Collected data entries:
━━━━

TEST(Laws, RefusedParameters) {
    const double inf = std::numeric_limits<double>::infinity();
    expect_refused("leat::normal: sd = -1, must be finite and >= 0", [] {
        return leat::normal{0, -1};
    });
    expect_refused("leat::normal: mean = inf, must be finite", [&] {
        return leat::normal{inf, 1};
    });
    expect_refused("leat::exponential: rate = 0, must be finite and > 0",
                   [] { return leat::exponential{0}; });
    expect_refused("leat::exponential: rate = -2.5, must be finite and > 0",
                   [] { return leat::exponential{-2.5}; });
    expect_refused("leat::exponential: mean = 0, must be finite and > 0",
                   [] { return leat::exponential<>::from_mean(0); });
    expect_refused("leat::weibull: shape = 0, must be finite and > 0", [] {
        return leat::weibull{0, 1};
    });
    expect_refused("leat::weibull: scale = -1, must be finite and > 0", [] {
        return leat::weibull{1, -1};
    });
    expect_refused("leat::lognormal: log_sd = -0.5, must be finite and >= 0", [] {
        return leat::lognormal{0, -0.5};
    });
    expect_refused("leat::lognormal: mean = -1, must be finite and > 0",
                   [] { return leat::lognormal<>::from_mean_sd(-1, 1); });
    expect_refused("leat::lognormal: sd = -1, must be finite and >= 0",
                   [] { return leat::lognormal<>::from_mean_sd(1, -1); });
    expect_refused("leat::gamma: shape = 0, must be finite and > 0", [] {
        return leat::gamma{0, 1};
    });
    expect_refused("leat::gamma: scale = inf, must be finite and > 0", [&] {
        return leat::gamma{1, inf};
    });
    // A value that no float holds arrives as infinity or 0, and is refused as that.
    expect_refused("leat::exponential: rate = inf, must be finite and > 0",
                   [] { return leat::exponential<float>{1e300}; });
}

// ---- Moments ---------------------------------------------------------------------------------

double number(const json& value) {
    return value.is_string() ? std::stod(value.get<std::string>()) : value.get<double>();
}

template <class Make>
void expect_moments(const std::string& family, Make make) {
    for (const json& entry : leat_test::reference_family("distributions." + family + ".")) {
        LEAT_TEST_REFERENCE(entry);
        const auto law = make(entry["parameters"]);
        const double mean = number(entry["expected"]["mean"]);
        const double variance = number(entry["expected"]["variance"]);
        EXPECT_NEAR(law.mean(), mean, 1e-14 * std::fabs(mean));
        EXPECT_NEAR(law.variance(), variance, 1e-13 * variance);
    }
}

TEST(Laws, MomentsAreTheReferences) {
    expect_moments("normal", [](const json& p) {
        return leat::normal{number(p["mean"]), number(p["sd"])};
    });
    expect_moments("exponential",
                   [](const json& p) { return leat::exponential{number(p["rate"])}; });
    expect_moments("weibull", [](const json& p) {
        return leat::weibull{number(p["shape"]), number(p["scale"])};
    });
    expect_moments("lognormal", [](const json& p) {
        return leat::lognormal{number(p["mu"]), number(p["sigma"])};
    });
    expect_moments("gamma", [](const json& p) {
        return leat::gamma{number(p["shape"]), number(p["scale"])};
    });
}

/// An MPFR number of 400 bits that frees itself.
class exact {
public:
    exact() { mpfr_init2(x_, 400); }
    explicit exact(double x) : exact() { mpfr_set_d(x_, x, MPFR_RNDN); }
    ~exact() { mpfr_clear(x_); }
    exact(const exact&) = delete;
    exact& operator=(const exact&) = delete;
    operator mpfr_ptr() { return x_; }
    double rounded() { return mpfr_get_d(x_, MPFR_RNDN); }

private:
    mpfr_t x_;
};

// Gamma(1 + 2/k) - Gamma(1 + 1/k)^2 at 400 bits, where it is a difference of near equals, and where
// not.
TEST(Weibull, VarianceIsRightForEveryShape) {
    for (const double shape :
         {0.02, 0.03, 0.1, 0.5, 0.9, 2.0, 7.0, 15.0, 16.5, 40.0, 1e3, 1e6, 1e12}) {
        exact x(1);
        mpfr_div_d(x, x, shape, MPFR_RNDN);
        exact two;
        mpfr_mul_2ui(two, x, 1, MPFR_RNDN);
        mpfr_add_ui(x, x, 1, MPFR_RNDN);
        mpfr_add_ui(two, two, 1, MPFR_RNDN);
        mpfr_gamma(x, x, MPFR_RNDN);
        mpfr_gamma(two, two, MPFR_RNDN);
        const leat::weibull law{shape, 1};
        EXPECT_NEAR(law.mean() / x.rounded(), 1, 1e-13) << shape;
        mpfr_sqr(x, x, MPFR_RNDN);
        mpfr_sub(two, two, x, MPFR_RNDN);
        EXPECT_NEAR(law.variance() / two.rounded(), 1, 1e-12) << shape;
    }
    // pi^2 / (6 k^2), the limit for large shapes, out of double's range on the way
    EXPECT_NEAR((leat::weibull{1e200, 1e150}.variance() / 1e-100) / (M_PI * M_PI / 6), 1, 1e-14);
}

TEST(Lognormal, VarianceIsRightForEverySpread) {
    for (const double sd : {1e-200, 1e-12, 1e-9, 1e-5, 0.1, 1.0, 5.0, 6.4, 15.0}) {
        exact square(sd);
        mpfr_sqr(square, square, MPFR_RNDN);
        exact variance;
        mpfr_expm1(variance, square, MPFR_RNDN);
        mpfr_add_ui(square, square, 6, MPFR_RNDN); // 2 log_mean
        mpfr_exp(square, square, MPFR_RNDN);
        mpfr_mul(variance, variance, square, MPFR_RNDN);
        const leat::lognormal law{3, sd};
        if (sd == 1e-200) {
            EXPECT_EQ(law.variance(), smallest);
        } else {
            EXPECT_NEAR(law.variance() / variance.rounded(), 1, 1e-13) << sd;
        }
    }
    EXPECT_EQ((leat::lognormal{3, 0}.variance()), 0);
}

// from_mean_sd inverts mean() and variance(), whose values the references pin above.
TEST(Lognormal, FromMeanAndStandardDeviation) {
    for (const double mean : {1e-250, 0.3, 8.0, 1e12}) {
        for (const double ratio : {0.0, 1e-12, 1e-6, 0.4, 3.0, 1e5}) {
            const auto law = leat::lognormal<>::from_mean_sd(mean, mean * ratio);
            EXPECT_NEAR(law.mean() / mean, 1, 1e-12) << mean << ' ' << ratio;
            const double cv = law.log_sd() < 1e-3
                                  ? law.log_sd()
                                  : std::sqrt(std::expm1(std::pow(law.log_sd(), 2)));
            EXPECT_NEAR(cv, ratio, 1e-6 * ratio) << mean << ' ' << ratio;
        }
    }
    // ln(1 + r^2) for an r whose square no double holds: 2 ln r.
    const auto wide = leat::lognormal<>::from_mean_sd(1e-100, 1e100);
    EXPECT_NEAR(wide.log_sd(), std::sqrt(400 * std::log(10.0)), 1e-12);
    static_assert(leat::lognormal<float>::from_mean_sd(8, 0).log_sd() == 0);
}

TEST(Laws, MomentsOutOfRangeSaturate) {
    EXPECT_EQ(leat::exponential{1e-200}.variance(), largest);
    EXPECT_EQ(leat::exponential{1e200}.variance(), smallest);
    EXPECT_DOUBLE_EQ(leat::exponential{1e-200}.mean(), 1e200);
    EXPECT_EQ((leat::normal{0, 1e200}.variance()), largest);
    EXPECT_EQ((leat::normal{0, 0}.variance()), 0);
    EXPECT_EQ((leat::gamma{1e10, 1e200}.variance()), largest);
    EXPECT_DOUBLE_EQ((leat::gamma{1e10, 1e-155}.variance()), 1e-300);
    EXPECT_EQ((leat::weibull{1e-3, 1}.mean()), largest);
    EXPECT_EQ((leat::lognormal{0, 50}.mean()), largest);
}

━━━━

What you should do: Nothing in the records may be altered; restate them word for word.

Exercise solution:
TEST(Laws, RefusedParameters) {
    const double inf = std::numeric_limits<double>::infinity();
    expect_refused("leat::normal: sd = -1, must be finite and >= 0", [] {
        return leat::normal{0, -1};
    });
    expect_refused("leat::normal: mean = inf, must be finite", [&] {
        return leat::normal{inf, 1};
    });
    expect_refused("leat::exponential: rate = 0, must be finite and > 0",
                   [] { return leat::exponential{0}; });
    expect_refused("leat::exponential: rate = -2.5, must be finite and > 0",
                   [] { return leat::exponential{-2.5}; });
    expect_refused("leat::exponential: mean = 0, must be finite and > 0",
                   [] { return leat::exponential<>::from_mean(0); });
    expect_refused("leat::weibull: shape = 0, must be finite and > 0", [] {
        return leat::weibull{0, 1};
    });
    expect_refused("leat::weibull: scale = -1, must be finite and > 0", [] {
        return leat::weibull{1, -1};
    });
    expect_refused("leat::lognormal: log_sd = -0.5, must be finite and >= 0", [] {
        return leat::lognormal{0, -0.5};
    });
    expect_refused("leat::lognormal: mean = -1, must be finite and > 0",
                   [] { return leat::lognormal<>::from_mean_sd(-1, 1); });
    expect_refused("leat::lognormal: sd = -1, must be finite and >= 0",
                   [] { return leat::lognormal<>::from_mean_sd(1, -1); });
    expect_refused("leat::gamma: shape = 0, must be finite and > 0", [] {
        return leat::gamma{0, 1};
    });
    expect_refused("leat::gamma: scale = inf, must be finite and > 0", [&] {
        return leat::gamma{1, inf};
    });
    // A value that no float holds arrives as infinity or 0, and is refused as that.
    expect_refused("leat::exponential: rate = inf, must be finite and > 0",
                   [] { return leat::exponential<float>{1e300}; });
}

// ---- Moments ---------------------------------------------------------------------------------

double number(const json& value) {
    return value.is_string() ? std::stod(value.get<std::string>()) : value.get<double>();
}

template <class Make>
void expect_moments(const std::string& family, Make make) {
    for (const json& entry : leat_test::reference_family("distributions." + family + ".")) {
        LEAT_TEST_REFERENCE(entry);
        const auto law = make(entry["parameters"]);
        const double mean = number(entry["expected"]["mean"]);
        const double variance = number(entry["expected"]["variance"]);
        EXPECT_NEAR(law.mean(), mean, 1e-14 * std::fabs(mean));
        EXPECT_NEAR(law.variance(), variance, 1e-13 * variance);
    }
}

TEST(Laws, MomentsAreTheReferences) {
    expect_moments("normal", [](const json& p) {
        return leat::normal{number(p["mean"]), number(p["sd"])};
    });
    expect_moments("exponential",
                   [](const json& p) { return leat::exponential{number(p["rate"])}; });
    expect_moments("weibull", [](const json& p) {
        return leat::weibull{number(p["shape"]), number(p["scale"])};
    });
    expect_moments("lognormal", [](const json& p) {
        return leat::lognormal{number(p["mu"]), number(p["sigma"])};
    });
    expect_moments("gamma", [](const json& p) {
        return leat::gamma{number(p["shape"]), number(p["scale"])};
    });
}

/// An MPFR number of 400 bits that frees itself.
class exact {
public:
    exact() { mpfr_init2(x_, 400); }
    explicit exact(double x) : exact() { mpfr_set_d(x_, x, MPFR_RNDN); }
    ~exact() { mpfr_clear(x_); }
    exact(const exact&) = delete;
    exact& operator=(const exact&) = delete;
    operator mpfr_ptr() { return x_; }
    double rounded() { return mpfr_get_d(x_, MPFR_RNDN); }

private:
    mpfr_t x_;
};

// Gamma(1 + 2/k) - Gamma(1 + 1/k)^2 at 400 bits, where it is a difference of near equals, and where
// not.
TEST(Weibull, VarianceIsRightForEveryShape) {
    for (const double shape :
         {0.02, 0.03, 0.1, 0.5, 0.9, 2.0, 7.0, 15.0, 16.5, 40.0, 1e3, 1e6, 1e12}) {
        exact x(1);
        mpfr_div_d(x, x, shape, MPFR_RNDN);
        exact two;
        mpfr_mul_2ui(two, x, 1, MPFR_RNDN);
        mpfr_add_ui(x, x, 1, MPFR_RNDN);
        mpfr_add_ui(two, two, 1, MPFR_RNDN);
        mpfr_gamma(x, x, MPFR_RNDN);
        mpfr_gamma(two, two, MPFR_RNDN);
        const leat::weibull law{shape, 1};
        EXPECT_NEAR(law.mean() / x.rounded(), 1, 1e-13) << shape;
        mpfr_sqr(x, x, MPFR_RNDN);
        mpfr_sub(two, two, x, MPFR_RNDN);
        EXPECT_NEAR(law.variance() / two.rounded(), 1, 1e-12) << shape;
    }
    // pi^2 / (6 k^2), the limit for large shapes, out of double's range on the way
    EXPECT_NEAR((leat::weibull{1e200, 1e150}.variance() / 1e-100) / (M_PI * M_PI / 6), 1, 1e-14);
}

TEST(Lognormal, VarianceIsRightForEverySpread) {
    for (const double sd : {1e-200, 1e-12, 1e-9, 1e-5, 0.1, 1.0, 5.0, 6.4, 15.0}) {
        exact square(sd);
        mpfr_sqr(square, square, MPFR_RNDN);
        exact variance;
        mpfr_expm1(variance, square, MPFR_RNDN);
        mpfr_add_ui(square, square, 6, MPFR_RNDN); // 2 log_mean
        mpfr_exp(square, square, MPFR_RNDN);
        mpfr_mul(variance, variance, square, MPFR_RNDN);
        const leat::lognormal law{3, sd};
        if (sd == 1e-200) {
            EXPECT_EQ(law.variance(), smallest);
        } else {
            EXPECT_NEAR(law.variance() / variance.rounded(), 1, 1e-13) << sd;
        }
    }
    EXPECT_EQ((leat::lognormal{3, 0}.variance()), 0);
}

// from_mean_sd inverts mean() and variance(), whose values the references pin above.
TEST(Lognormal, FromMeanAndStandardDeviation) {
    for (const double mean : {1e-250, 0.3, 8.0, 1e12}) {
        for (const double ratio : {0.0, 1e-12, 1e-6, 0.4, 3.0, 1e5}) {
            const auto law = leat::lognormal<>::from_mean_sd(mean, mean * ratio);
            EXPECT_NEAR(law.mean() / mean, 1, 1e-12) << mean << ' ' << ratio;
            const double cv = law.log_sd() < 1e-3
                                  ? law.log_sd()
                                  : std::sqrt(std::expm1(std::pow(law.log_sd(), 2)));
            EXPECT_NEAR(cv, ratio, 1e-6 * ratio) << mean << ' ' << ratio;
        }
    }
    // ln(1 + r^2) for an r whose square no double holds: 2 ln r.
    const auto wide = leat::lognormal<>::from_mean_sd(1e-100, 1e100);
    EXPECT_NEAR(wide.log_sd(), std::sqrt(400 * std::log(10.0)), 1e-12);
    static_assert(leat::lognormal<float>::from_mean_sd(8, 0).log_sd() == 0);
}

TEST(Laws, MomentsOutOfRangeSaturate) {
    EXPECT_EQ(leat::exponential{1e-200}.variance(), largest);
    EXPECT_EQ(leat::exponential{1e200}.variance(), smallest);
    EXPECT_DOUBLE_EQ(leat::exponential{1e-200}.mean(), 1e200);
    EXPECT_EQ((leat::normal{0, 1e200}.variance()), largest);
    EXPECT_EQ((leat::normal{0, 0}.variance()), 0);
    EXPECT_EQ((leat::gamma{1e10, 1e200}.variance()), largest);
    EXPECT_DOUBLE_EQ((leat::gamma{1e10, 1e-155}.variance()), 1e-300);
    EXPECT_EQ((leat::weibull{1e-3, 1}.mean()), largest);
    EXPECT_EQ((leat::lognormal{0, 50}.mean()), largest);
}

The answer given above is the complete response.